[Stored data entries]

╔══

"""Where a derived value is past what the tool can measure: flagged, not shown as a number.

A value is *beyond accuracy* when

- its expanded uncertainty is as large as the value itself (``U ≥ |value|``): not even its sign
  is known, or either is not finite; or
- it is a quantity a passive part cannot make negative (Rs, Rp, G, Q, D) and it is below zero
  by more than its expanded uncertainty (``value < −U``): the correction has gone past the
  range where its model and the stated accuracy hold (for example a coil far above its
  self-resonance read through a fixture whose open is close to the coil).

The display shows such a value as "beyond accuracy" instead of a number; the store keeps the
point's flag words (:data:`BEYOND_ACCURACY`).
"""

from __future__ import annotations

import functools
import operator

import numpy as np

from acquire.errors import InputError
from acquire.impedance import KEYS, _angular, _arrays, quantities_at
from acquire.uncertainty.quantities import spread_at

#: The flag word of a point with a value past the tool's accuracy (store column ``flags``).
BEYOND_ACCURACY = "beyond-accuracy"
#: Quantities a passive part cannot make negative.
NEVER_NEGATIVE = ("Rs", "Rp", "G", "Q", "D")
#: What a coil's sweep shows, the default for :func:`point_flags`.
DEFAULT_NAMES = ("Ls", "Rs", "Q")


def beyond_accuracy(f, z, cov, names=DEFAULT_NAMES) -> dict[str, np.ndarray]:
    """Per quantity in ``names``, a boolean array: True where its value is beyond accuracy."""
    f, z = _arrays(f, z)
    w = _angular(f)
    names = tuple(names)
    check_names(names)
    cov = np.asarray(cov, dtype=float)
    if cov.shape != z.shape + (2, 2):
        raise InputError(f"cov must have shape {z.shape + (2, 2)}, not {cov.shape}")
    with np.errstate(divide="ignore", invalid="ignore", over="ignore"):
        return judge(w, z, cov, names)


def check_names(names: tuple[str, ...]) -> None:
    """Refuse a name not in :data:`acquire.impedance.KEYS`."""
    unknown = [n for n in names if n not in KEYS]
    if unknown:
        raise InputError(f"unknown quantity {unknown[0]!r}; known: {', '.join(KEYS)}")


def judge(w, z, cov, names: tuple[str, ...]) -> dict[str, np.ndarray]:
    """:func:`beyond_accuracy` for checked inputs (the inputs are checked once, not by both the
    values and their uncertainty): ``w = 2·π·f`` (float), ``z`` (complex) and ``cov`` (float,
    ``z.shape + (2, 2)``), ``names`` known; the caller ignores division, invalid and overflow
    in an ``np.errstate`` of its own."""
    values = quantities_at(w, z, names)
    spread = spread_at(w, z, cov, names)
    out = {}
    for name in names:
        v, u = values[name], spread[name]
        # "v or u not finite, or u >= |v|", in fewer steps: u = 2·√var is never -inf, so
        # u < |v| with a finite v holds exactly when both are finite and u is below |v|
        bad = ~((u < np.abs(v)) & np.isfinite(v))
        if name in NEVER_NEGATIVE:
            bad |= v < -u
        out[name] = bad
    return out


def point_flags(f, z, cov, names=DEFAULT_NAMES) -> np.ndarray:
    """Per point, ``"beyond-accuracy"`` if a quantity in ``names`` is beyond accuracy, else ``""``.

    An array of strings, ready for the store's ``flags`` column.
    """
    return flags_from(beyond_accuracy(f, z, cov, names), names)


def flags_from(beyond: dict[str, np.ndarray], names=DEFAULT_NAMES) -> np.ndarray:
    """Per point, ``"beyond-accuracy"`` where :func:`beyond_accuracy`'s judgement ``beyond``
    marks any quantity in ``names``, else ``""``."""
    marks = [np.asarray(beyond[name], dtype=bool) for name in names]
    anyone = functools.reduce(operator.or_, marks) if marks else np.logical_or.reduce(marks)
    return np.where(anyone, BEYOND_ACCURACY, "")
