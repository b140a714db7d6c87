"""Expanded uncertainty of the quantities derived from a corrected impedance (Ls, Rs, Q, ...).

Each quantity ``q`` of :func:`acquire.impedance.quantities` is a function of ``(R, X)`` at one
frequency (``ω = 2πf`` exact); its standard uncertainty is ``√(gᵀ·V·g)`` with ``g`` its gradient
and ``V`` the covariance of ``(R, X)`` (JCGM 100:2008 5.2.2, correlated inputs), and ``U = 2u``.
The gradients, with ``|Z|² = R² + X²`` (the definitions of :mod:`acquire.impedance`)::

    Rs = R          (1, 0)                      X  = X       (0, 1)
    Ls = X/ω        (0, 1/ω)                    Cs = −1/(ωX) (0, 1/(ωX²))
    Z  = |Z|        (R/|Z|, X/|Z|)              theta = atan2(X, R) in degrees:
                                                   (180/π)·(−X/|Z|², R/|Z|²)
    G  = R/|Z|²     ((X² − R²)/|Z|⁴, −2RX/|Z|⁴)  B = −X/|Z|²  (2RX/|Z|⁴, (X² − R²)/|Z|⁴)
    Cp = B/ω        (∂B/ω)                       Rp = |Z|²/R  (1 − X²/R², 2X/R)
    Lp = |Z|²/(ωX)  (2R/(ωX), (1 − R²/X²)/ω)
    Q  = |X|/R      (−|X|/R², sign(X)/R)        D  = R/|X|   (1/|X|, −R·sign(X)/X²)

Where a quantity is infinite or undefined (the special values of :mod:`acquire.impedance`), its
uncertainty is NaN or infinite; no warning is raised.
"""

from __future__ import annotations

import numpy as np

from acquire.errors import InputError
from acquire.impedance import KEYS
from acquire.uncertainty.propagation import COVERAGE_FACTOR


def _gradients(w: np.ndarray, r: np.ndarray, x: np.ndarray) -> dict[str, tuple]:
    m2 = r * r + x * x
    m = np.sqrt(m2)
    m4 = m2 * m2
    dg = ((x * x - r * r) / m4, -2.0 * r * x / m4)
    db = (2.0 * r * x / m4, (x * x - r * r) / m4)
    sx = np.sign(x)
    deg = 180.0 / np.pi
    zero = np.zeros_like(r)
    return {
        "Rs": (np.ones_like(r), zero),
        "X": (zero, np.ones_like(r)),
        "Ls": (zero, 1.0 / w),
        "Cs": (zero, 1.0 / (w * x * x)),
        "Z": (r / m, x / m),
        "theta": (-deg * x / m2, deg * r / m2),
        "G": dg,
        "B": db,
        "Cp": (db[0] / w, db[1] / w),
        "Rp": (1.0 - x * x / (r * r), 2.0 * x / r),
        "Lp": (2.0 * r / (w * x), (1.0 - r * r / (x * x)) / w),
        "Q": (-np.abs(x) / (r * r), sx / r),
        "D": (1.0 / np.abs(x), -r * sx / (x * x)),
    }


def quantity_uncertainty(
    f, z, cov, names=KEYS, k: float = COVERAGE_FACTOR
) -> dict[str, np.ndarray]:
    """Expanded uncertainty (``k = 2``) of each quantity in ``names`` (keys of
    :data:`acquire.impedance.KEYS`), in that quantity's unit, per point.

    ``f`` (Hz) and ``z`` (ohm) have one shape; ``cov`` that shape plus ``(2, 2)``: the covariance
    of ``(R, X)`` from :func:`acquire.uncertainty.propagate`.
    """
    f = np.asarray(f, dtype=float)
    z = np.asarray(z, dtype=complex)
    f, z = np.broadcast_arrays(f, z)
    cov = np.asarray(cov, dtype=float)
    if cov.shape != z.shape + (2, 2):
        raise InputError(f"cov must have shape {z.shape + (2, 2)}, not {cov.shape}")
    unknown = [n for n in names if n not in KEYS]
    if unknown:
        raise InputError(f"unknown quantity {unknown[0]!r}; known: {', '.join(KEYS)}")
    w = 2.0 * np.pi * f
    out = {}
    with np.errstate(divide="ignore", invalid="ignore", over="ignore"):
        grads = _gradients(w, z.real, z.imag)
        for name in names:
            g0, g1 = grads[name]
            var = g0 * g0 * cov[..., 0, 0] + 2 * g0 * g1 * cov[..., 0, 1] + g1 * g1 * cov[..., 1, 1]
            out[name] = k * np.sqrt(var)
    return out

╚══

• Your task
The records above need to be duplicated. Keep every word unchanged.

• Reply to the exercise
"""Where a derived value is past what the tool can measure: flagged, not shown as a number.

A value is *beyond accuracy* when

- its expanded uncertainty is as large as the value itself (``U ≥ |value|``): not even its sign
  is known, or either is not finite; or
- it is a quantity a passive part cannot make negative (Rs, Rp, G, Q, D) and it is below zero
  by more than its expanded uncertainty (``value < −U``): the correction has gone past the
  range where its model and the stated accuracy hold (for example a coil far above its
  self-resonance read through a fixture whose open is close to the coil).

The display shows such a value as "beyond accuracy" instead of a number; the store keeps the
point's flag words (:data:`BEYOND_ACCURACY`).
"""

from __future__ import annotations

import functools
import operator

import numpy as np

from acquire.errors import InputError
from acquire.impedance import KEYS, _angular, _arrays, quantities_at
from acquire.uncertainty.quantities import spread_at

#: The flag word of a point with a value past the tool's accuracy (store column ``flags``).
BEYOND_ACCURACY = "beyond-accuracy"
#: Quantities a passive part cannot make negative.
NEVER_NEGATIVE = ("Rs", "Rp", "G", "Q", "D")
#: What a coil's sweep shows, the default for :func:`point_flags`.
DEFAULT_NAMES = ("Ls", "Rs", "Q")


def beyond_accuracy(f, z, cov, names=DEFAULT_NAMES) -> dict[str, np.ndarray]:
    """Per quantity in ``names``, a boolean array: True where its value is beyond accuracy."""
    f, z = _arrays(f, z)
    w = _angular(f)
    names = tuple(names)
    check_names(names)
    cov = np.asarray(cov, dtype=float)
    if cov.shape != z.shape + (2, 2):
        raise InputError(f"cov must have shape {z.shape + (2, 2)}, not {cov.shape}")
    with np.errstate(divide="ignore", invalid="ignore", over="ignore"):
        return judge(w, z, cov, names)


def check_names(names: tuple[str, ...]) -> None:
    """Refuse a name not in :data:`acquire.impedance.KEYS`."""
    unknown = [n for n in names if n not in KEYS]
    if unknown:
        raise InputError(f"unknown quantity {unknown[0]!r}; known: {', '.join(KEYS)}")


def judge(w, z, cov, names: tuple[str, ...]) -> dict[str, np.ndarray]:
    """:func:`beyond_accuracy` for checked inputs (the inputs are checked once, not by both the
    values and their uncertainty): ``w = 2·π·f`` (float), ``z`` (complex) and ``cov`` (float,
    ``z.shape + (2, 2)``), ``names`` known; the caller ignores division, invalid and overflow
    in an ``np.errstate`` of its own."""
    values = quantities_at(w, z, names)
    spread = spread_at(w, z, cov, names)
    out = {}
    for name in names:
        v, u = values[name], spread[name]
        # "v or u not finite, or u >= |v|", in fewer steps: u = 2·√var is never -inf, so
        # u < |v| with a finite v holds exactly when both are finite and u is below |v|
        bad = ~((u < np.abs(v)) & np.isfinite(v))
        if name in NEVER_NEGATIVE:
            bad |= v < -u
        out[name] = bad
    return out


def point_flags(f, z, cov, names=DEFAULT_NAMES) -> np.ndarray:
    """Per point, ``"beyond-accuracy"`` if a quantity in ``names`` is beyond accuracy, else ``""``.

    An array of strings, ready for the store's ``flags`` column.
    """
    return flags_from(beyond_accuracy(f, z, cov, names), names)


def flags_from(beyond: dict[str, np.ndarray], names=DEFAULT_NAMES) -> np.ndarray:
    """Per point, ``"beyond-accuracy"`` where :func:`beyond_accuracy`'s judgement ``beyond``
    marks any quantity in ``names``, else ``""``."""
    marks = [np.asarray(beyond[name], dtype=bool) for name in names]
    anyone = functools.reduce(operator.or_, marks) if marks else np.logical_or.reduce(marks)
    return np.where(anyone, BEYOND_ACCURACY, "")
repository b140a714db7d6c87
"""Expanded uncertainty of the quantities derived from a corrected impedance (Ls, Rs, Q, ...).

Each quantity ``q`` of :func:`acquire.impedance.quantities` is a function of ``(R, X)`` at one
frequency (``ω = 2πf`` exact); its standard uncertainty is ``√(gᵀ·V·g)`` with ``g`` its gradient
and ``V`` the covariance of ``(R, X)`` (JCGM 100:2008 5.2.2, correlated inputs), and ``U = 2u``.
The gradients, with ``|Z|² = R² + X²`` (the definitions of :mod:`acquire.impedance`)::

    Rs = R          (1, 0)                      X  = X       (0, 1)
    Ls = X/ω        (0, 1/ω)                    Cs = −1/(ωX) (0, 1/(ωX²))
    Z  = |Z|        (R/|Z|, X/|Z|)              theta = atan2(X, R) in degrees:
                                                   (180/π)·(−X/|Z|², R/|Z|²)
    G  = R/|Z|²     ((X² − R²)/|Z|⁴, −2RX/|Z|⁴)  B = −X/|Z|²  (2RX/|Z|⁴, (X² − R²)/|Z|⁴)
    Cp = B/ω        (∂B/ω)                       Rp = |Z|²/R  (1 − X²/R², 2X/R)
    Lp = |Z|²/(ωX)  (2R/(ωX), (1 − R²/X²)/ω)
    Q  = |X|/R      (−|X|/R², sign(X)/R)        D  = R/|X|   (1/|X|, −R·sign(X)/X²)

Where a quantity is infinite or undefined (the special values of :mod:`acquire.impedance`), its
uncertainty is NaN or infinite; no warning is raised.
"""

from __future__ import annotations

import numpy as np

from acquire.errors import InputError
from acquire.impedance import KEYS
from acquire.uncertainty.propagation import COVERAGE_FACTOR


def _gradients(w: np.ndarray, r: np.ndarray, x: np.ndarray) -> dict[str, tuple]:
    m2 = r * r + x * x
    m = np.sqrt(m2)
    m4 = m2 * m2
    dg = ((x * x - r * r) / m4, -2.0 * r * x / m4)
    db = (2.0 * r * x / m4, (x * x - r * r) / m4)
    sx = np.sign(x)
    deg = 180.0 / np.pi
    zero = np.zeros_like(r)
    return {
        "Rs": (np.ones_like(r), zero),
        "X": (zero, np.ones_like(r)),
        "Ls": (zero, 1.0 / w),
        "Cs": (zero, 1.0 / (w * x * x)),
        "Z": (r / m, x / m),
        "theta": (-deg * x / m2, deg * r / m2),
        "G": dg,
        "B": db,
        "Cp": (db[0] / w, db[1] / w),
        "Rp": (1.0 - x * x / (r * r), 2.0 * x / r),
        "Lp": (2.0 * r / (w * x), (1.0 - r * r / (x * x)) / w),
        "Q": (-np.abs(x) / (r * r), sx / r),
        "D": (1.0 / np.abs(x), -r * sx / (x * x)),
    }


def quantity_uncertainty(
    f, z, cov, names=KEYS, k: float = COVERAGE_FACTOR
) -> dict[str, np.ndarray]:
    """Expanded uncertainty (``k = 2``) of each quantity in ``names`` (keys of
    :data:`acquire.impedance.KEYS`), in that quantity's unit, per point.

    ``f`` (Hz) and ``z`` (ohm) have one shape; ``cov`` that shape plus ``(2, 2)``: the covariance
    of ``(R, X)`` from :func:`acquire.uncertainty.propagate`.
    """
    f = np.asarray(f, dtype=float)
    z = np.asarray(z, dtype=complex)
    f, z = np.broadcast_arrays(f, z)
    cov = np.asarray(cov, dtype=float)
    if cov.shape != z.shape + (2, 2):
        raise InputError(f"cov must have shape {z.shape + (2, 2)}, not {cov.shape}")
    unknown = [n for n in names if n not in KEYS]
    if unknown:
        raise InputError(f"unknown quantity {unknown[0]!r}; known: {', '.join(KEYS)}")
    w = 2.0 * np.pi * f
    out = {}
    with np.errstate(divide="ignore", invalid="ignore", over="ignore"):
        grads = _gradients(w, z.real, z.imag)
        for name in names:
            g0, g1 = grads[name]
            var = g0 * g0 * cov[..., 0, 0] + 2 * g0 * g1 * cov[..., 0, 1] + g1 * g1 * cov[..., 1, 1]
            out[name] = k * np.sqrt(var)
    return out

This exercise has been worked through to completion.